Tapi bisakah seorang pria yang hidup di iklim panas percaya pada es? Haruskah kita mengandalkan pengalaman seseorang yang menyangkal bahwa pengalaman seperti itu mungkin terjadi?
Sains bekerja dengan probabilitas, bukan bukti logis absolut. Mereka yang mencari bukti mukjizat yang tak terbantahkan menuntut standar yang tidak bisa dipenuhi dengan kebenaran mereka sendiri.
Misalnya, ketika eksperimen mengukur cahaya dengan cara, mereka menentukan bahwa ia bergerak seperti gelombang. Diukur dengan cara lain, tampaknya bergerak sebagai partikel. Keduanya tidak mungkin benar, tetapi keduanya tidak dapat disangkal atau dibuktikan. Niels Bohr menyebut fenomena ini sebagai "prinsip saling melengkapi." Aristoteles akan menyebutnya sebagai kontradiksi.
Newton melihat alam semesta sebagai mesin yang tidak mampu berperilaku di luar parameter hukum alam. Setelah Einstein, zaman analitis sains ini berakhir. Kita sekarang tahu bahwa mengamati atau mengukur sesuatu berarti mengubahnya.

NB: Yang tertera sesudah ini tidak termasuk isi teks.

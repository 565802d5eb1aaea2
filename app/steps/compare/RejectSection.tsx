import { memo, useState } from 'react'
import type { CandidateDoc, StudyDoc } from '../../../core/index.ts'
import { rejectCandidate, takeBackCandidate } from '../../document/index.ts'
import { Button, CommitField, Select } from '../../ui/index.ts'
import { RANKING_WORDS } from '../../words/index.ts'
import { useSession } from '../session/index.ts'

const nameOf = (c: CandidateDoc): string => (c.name && c.name !== c.id ? `${c.id} ${c.name}` : c.id)

/** Candidates given up, with the reason, and giving one up. */
export const RejectSection = memo(function RejectSection({ doc }: { doc: StudyDoc }) {
  const { study } = useSession()
  const [chosen, setChosen] = useState<string | null>(null)
  const rejected = doc.candidates.filter((c) => c.rejected !== undefined)
  const kept = doc.candidates.filter((c) => c.rejected === undefined)
  const id = kept.find((c) => c.id === chosen)?.id ?? null
  return (
    <section className="rejected" aria-label={RANKING_WORDS.rejected}>
      <h3>{RANKING_WORDS.rejected}</h3>
      {rejected.length === 0 ? (
        <p className="ink-2">None; a rejected candidate is no longer worked out and stays in the memo with its reason</p>
      ) : (
        <table className="table">
          <caption className="visually-hidden">{RANKING_WORDS.rejected}</caption>
          <thead>
            <tr>
              <th scope="col">Candidate</th>
              <th scope="col" className="text">
                Reason
              </th>
              <td />
            </tr>
          </thead>
          <tbody>
            {rejected.map((c) => (
              <tr key={c.id}>
                <td className="candidate">{nameOf(c)}</td>
                <td className="text">{c.rejected}</td>
                <td>
                  <Button small look="quiet" label={`Take back ${c.id}`} onPress={() => takeBackCandidate(study, c.id)}>
                    take back
                  </Button>
                </td>
              </tr>
            ))}
          </tbody>
        </table>
      )}
      {kept.length > 1 ? (
        <div className="reject-row">
          <Select label="Reject" value={id ?? ''} choices={kept.map((c) => ({ id: c.id, words: nameOf(c) }))} onChange={setChosen} />
          {id ? (
            <CommitField
              key={id}
              label="Reason"
              text=""
              shape="wide"
              placeholder="why it is out; Enter rejects it"
              onCommit={(text) => {
                if (text.trim() === '') return 'say why'
                rejectCandidate(study, id, text)
                setChosen(null)
                return null
              }}
            />
          ) : null}
        </div>
      ) : null}
    </section>
  )
})
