import { type FloorFigure, M_PER_NM, type NeedDoc, type NeedFigure, type OptionResult, type StudyDoc } from '../../../core/index.ts'

/** Ground range of the floor that stands for an option in comparisons. */
export const FLOOR_RANGE_M = 20 * M_PER_NM

/** The floor figure nearest to 20 NM; undefined when none was computed. */
export function floorNear(result: OptionResult, rangeM = FLOOR_RANGE_M): FloorFigure | undefined {
  return [...result.figures.floors].sort((a, b) => Math.abs(a.rangeM - rangeM) - Math.abs(b.rangeM - rangeM))[0]
}
/** The figure of a need, or of the first need that is assessed. */
export function needOf(result: OptionResult, needId: string | null): NeedFigure | undefined {
  const assessed = result.figures.needs.filter((n) => n.notAssessed === null)
  return assessed.find((n) => n.needId === needId) ?? assessed[0]
}
export const isAssessed = (result: OptionResult, needId: string): boolean =>
  result.figures.needs.some((n) => n.needId === needId && n.notAssessed === null)
/** Needs of the study, must needs first, otherwise as it lists them. */
export const needsInOrder = (doc: StudyDoc): NeedDoc[] =>
  [...(doc.needs ?? [])].sort((a, b) => Number(a.must === false) - Number(b.must === false))
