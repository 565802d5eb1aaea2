/** Where the sea model holds; sea state on Nathanson's scale, linear co-polar, averaged over wind direction. */
export const SEA_LIMITS = {
  frequencyGHz: { low: 0.5, high: 35 },
  grazingDeg: { low: 0.1, high: 60 },
  seaState: { low: 0, high: 6 },
} as const

/** Coefficients c1…c5 of Appendix B of the report, by polarisation. */
const COEFFICIENTS = {
  H: [-73.0, 20.781, 7.351, 25.65, 0.0054],
  V: [-50.796, 25.93, 0.7093, 21.588, 0.00211],
} as const

/**
 * Mean sea clutter reflectivity σ°, dB (m²/m²), apparent: propagation of the measurements is in it. Grazing in degrees (0.1 to 60), frequency
 * in GHz (0.5 to 35), sea state 0 to 6; outside these the caller marks the value. Source: Gregers-Hansen and Mital, An Improved Empirical
 * Model for Radar Sea Clutter Reflectivity, NRL/MR/5310--12-9346 (2012), equation 7, Appendix B; fit error about 2 to 2.6 dB.
 */
export function seaStrengthDb(frequencyGHz: number, grazingDeg: number, seaState: number, polarisation: 'H' | 'V'): number {
  const [c1, c2, c3, c4, c5] = COEFFICIENTS[polarisation]
  const a = grazingDeg
  return (
    c1 +
    c2 * Math.log10(Math.sin((a * Math.PI) / 180)) +
    ((27.5 + c3 * a) * Math.log10(frequencyGHz)) / (1 + 0.95 * a) +
    c4 * (1 + seaState) ** (1 / (2 + 0.085 * a + 0.033 * seaState)) +
    c5 * a * a
  )
}
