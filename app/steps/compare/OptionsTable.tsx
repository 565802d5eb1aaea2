import { memo } from 'react'
import { Button as AriaButton } from 'react-aria-components'
import type { CandidateDoc, NeedDoc, OptionRef, OptionResult } from '../../../core/index.ts'
import { optionKey, sameOption } from '../../document/index.ts'
import { FigureButton } from '../../ui/index.ts'
import { formatAngle, formatMast, type Quantity, textOf, type UnitSystem, verdictOf } from '../../words/index.ts'
import { type Column, columnGroups, unitUnder } from './columns.ts'
import { needOf } from './figuresOf.ts'

export interface OptionsTableProps {
  readonly candidates: readonly CandidateDoc[]
  readonly options: readonly OptionRef[]
  readonly byOption: ReadonlyMap<string, OptionResult>
  readonly shown: OptionRef | null
  readonly columns: readonly Column[]
  /** Needs a row is written for, must needs first; empty where none is assessed: one row an option. */
  readonly needs: readonly NeedDoc[]
  readonly system: UnitSystem
  readonly onShow: (option: OptionRef) => void
  readonly onExplain: (option: OptionRef, figure: string) => void
}
/** Options as rows, or options by needs; units stand at the heads, so that the numbers find room. */
export const OptionsTable = memo(function OptionsTable(p: OptionsTableProps) {
  const { candidates, options, byOption, columns, needs, system } = p
  const names = new Map(candidates.map((c) => [c.id, c.name === c.id ? '' : (c.name ?? '')]))
  const needIds = needs.map((n) => n.id)
  const results = options.flatMap((o) => byOption.get(optionKey(o)) ?? [])
  const withTilt = new Set(options.map((o) => o.tiltDeg)).size > 1
  const asked = needs.length > 0
  const many = needs.length > 1
  const lead = (withTilt ? 3 : 2) + (many ? 1 : 0) + (asked ? 1 : 0)
  return (
    <table className="table">
      <caption className="visually-hidden">Options compared</caption>
      <thead>
        <tr className="groups">
          <td colSpan={lead} />
          {columnGroups(columns).map((g) => (
            <th key={g.group} scope="colgroup" colSpan={g.span}>
              {g.group}
            </th>
          ))}
        </tr>
        <tr>
          <th scope="col">Candidate</th>
          <th scope="col">Mast</th>
          {withTilt ? <th scope="col">Tilt</th> : null}
          {many ? (
            <th scope="col" className="text">
              Need
            </th>
          ) : null}
          {asked ? (
            <th scope="col" className="text">
              {many ? 'Verdict' : 'Need'}
            </th>
          ) : null}
          {columns.map((c) => (
            <th key={c.id} scope="col">
              {c.head(results, system)}
              <span className="unit"> {unitUnder(c, results, needIds, system)}</span>
            </th>
          ))}
        </tr>
      </thead>
      <tbody>
        {options.map((o, i) => {
          const first = i === 0 || options[i - 1].candidate !== o.candidate
          return (asked ? needs : [null]).map((need, n) => (
            <Row
              key={`${optionKey(o)} ${need?.id}`}
              option={o}
              result={byOption.get(optionKey(o))}
              name={names.get(o.candidate) ?? ''}
              on={sameOption(o, p.shown)}
              first={first && n === 0}
              top={n === 0}
              need={need}
              tilt={withTilt}
              many={many}
              columns={columns}
              system={system}
              onShow={p.onShow}
              onExplain={p.onExplain}
            />
          ))
        })}
      </tbody>
    </table>
  )
})

interface RowProps {
  readonly option: OptionRef
  readonly result: OptionResult | undefined
  /** Name of the candidate; '' where its letter is all. */
  readonly name: string
  readonly on: boolean
  /** First row of its candidate, of its option. */
  readonly first: boolean
  readonly top: boolean
  readonly need: NeedDoc | null
  readonly tilt: boolean
  readonly many: boolean
  readonly columns: readonly Column[]
  readonly system: UnitSystem
  readonly onShow: (option: OptionRef) => void
  readonly onExplain: (option: OptionRef, figure: string) => void
}
/** Rendered again only when its own option has another result. */
const Row = memo(function Row(p: RowProps) {
  const { option, result, name, on, first, top, need, tilt, many, columns, system, onShow, onExplain } = p
  const needId = need?.id ?? null
  const figure = result && needId !== null ? needOf(result, needId) : undefined
  return (
    <tr className={[on ? 'on' : '', first ? 'first' : '', top ? '' : 'under'].join(' ')}>
      <td className="candidate">
        {first ? (
          <>
            <b>{option.candidate}</b> {name}
          </>
        ) : null}
      </td>
      <td>
        {top ? (
          <AriaButton
            className={on ? 'chip on' : 'chip'}
            aria-pressed={on}
            aria-label={`Show ${option.candidate} at ${option.heightM} m${tilt ? `, tilt ${option.tiltDeg}°` : ''}`}
            onPress={() => onShow(option)}
          >
            {textOf(formatMast(option.heightM))}
          </AriaButton>
        ) : null}
      </td>
      {tilt ? <td>{top ? textOf(formatAngle(option.tiltDeg, 0.1)) : null}</td> : null}
      {many ? (
        <td className="text need">
          {need?.name ?? needId}
          {need?.must === false ? <span className="ink-3"> wish</span> : null}
        </td>
      ) : null}
      {needId !== null ? <td className="text verdict">{figure ? verdictOf(figure) : ''}</td> : null}
      {columns.map((c) => (
        <td key={c.id}>
          {!result ? (
            <span className="ink-3">…</span>
          ) : c.ofOption && !top ? null : (
            <FigureCell
              words={`${c.group}, ${c.head([result], system)}, of ${option.candidate} at ${option.heightM} m`}
              value={c.value(result, needId, system)}
              onPress={() => {
                const figure = c.key(result, needId)
                if (figure) onExplain(option, figure)
              }}
            />
          )}
        </td>
      ))}
    </tr>
  )
})

function FigureCell({ words, value, onPress }: { words: string; value: Quantity; onPress: () => void }) {
  return (
    <FigureButton label={`${words}: ${textOf(value)}; explain`} onPress={onPress}>
      {value.value}
    </FigureButton>
  )
}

Prediktabilitas kurang mungkin, dan asumsi antisupernatural kurang dapat dipertahankan. Bahkan Einstein berkata, " Saya menganggap kelengkapan dunia sebagai keajaiban ."
Jika Tuhan menciptakan dan merancang alam semesta, Dia memiliki kebebasan untuk mengubahnya sesuai kehendaknya. Dia dapat bertindak sesuai dengan "hukum" yang kita lihat dalam operasinya, atau dia tidak bisa. Apa yang merupakan mukjizat bagi kita bukan untuk Tuhan.
Laptop tempat saya menulis kata-kata ini tidak mematuhi hukum apa pun di mana mesin tik manual ayah saya beroperasi. Tetapi keterampilan "ajaib" nya jelas.
Kesimpulan
Bagaimana seharusnya kita menilai klaim atas mukjizat belakangan ini?
Pertama, kita menerima pandangan dunia alkitabiah dengan desakannya bahwa Allah menciptakan segala sesuatu yang ada dan bebas untuk bertindak dalam ciptaan-Nya sesuka hati.
Kedua, kami memutuskan bahwa peristiwa tersebut tidak dapat dijelaskan semata-mata berdasarkan penyebab alami.
Ketiga, kami menguji keandalan sumber dengan mengklaim bahwa keajaiban terjadi.
Keempat, kita menggunakan teori probabilitas: Mengingat bukti yang tersedia, apakah lebih mungkin, atas dasar obyektif, bahwa keajaiban terjadi atau tidak terjadi?
Dekati iman sebagai hubungan pribadi. Semua hubungan harus dialami untuk "terbukti" dan membuktikan diri.
Anda tidak dapat menjelaskan matahari terbenam kepada orang buta. Atau keselamatan Anda bagi seseorang yang menolak iman. Bagi siapa pun, ini adalah mukjizat, katanya.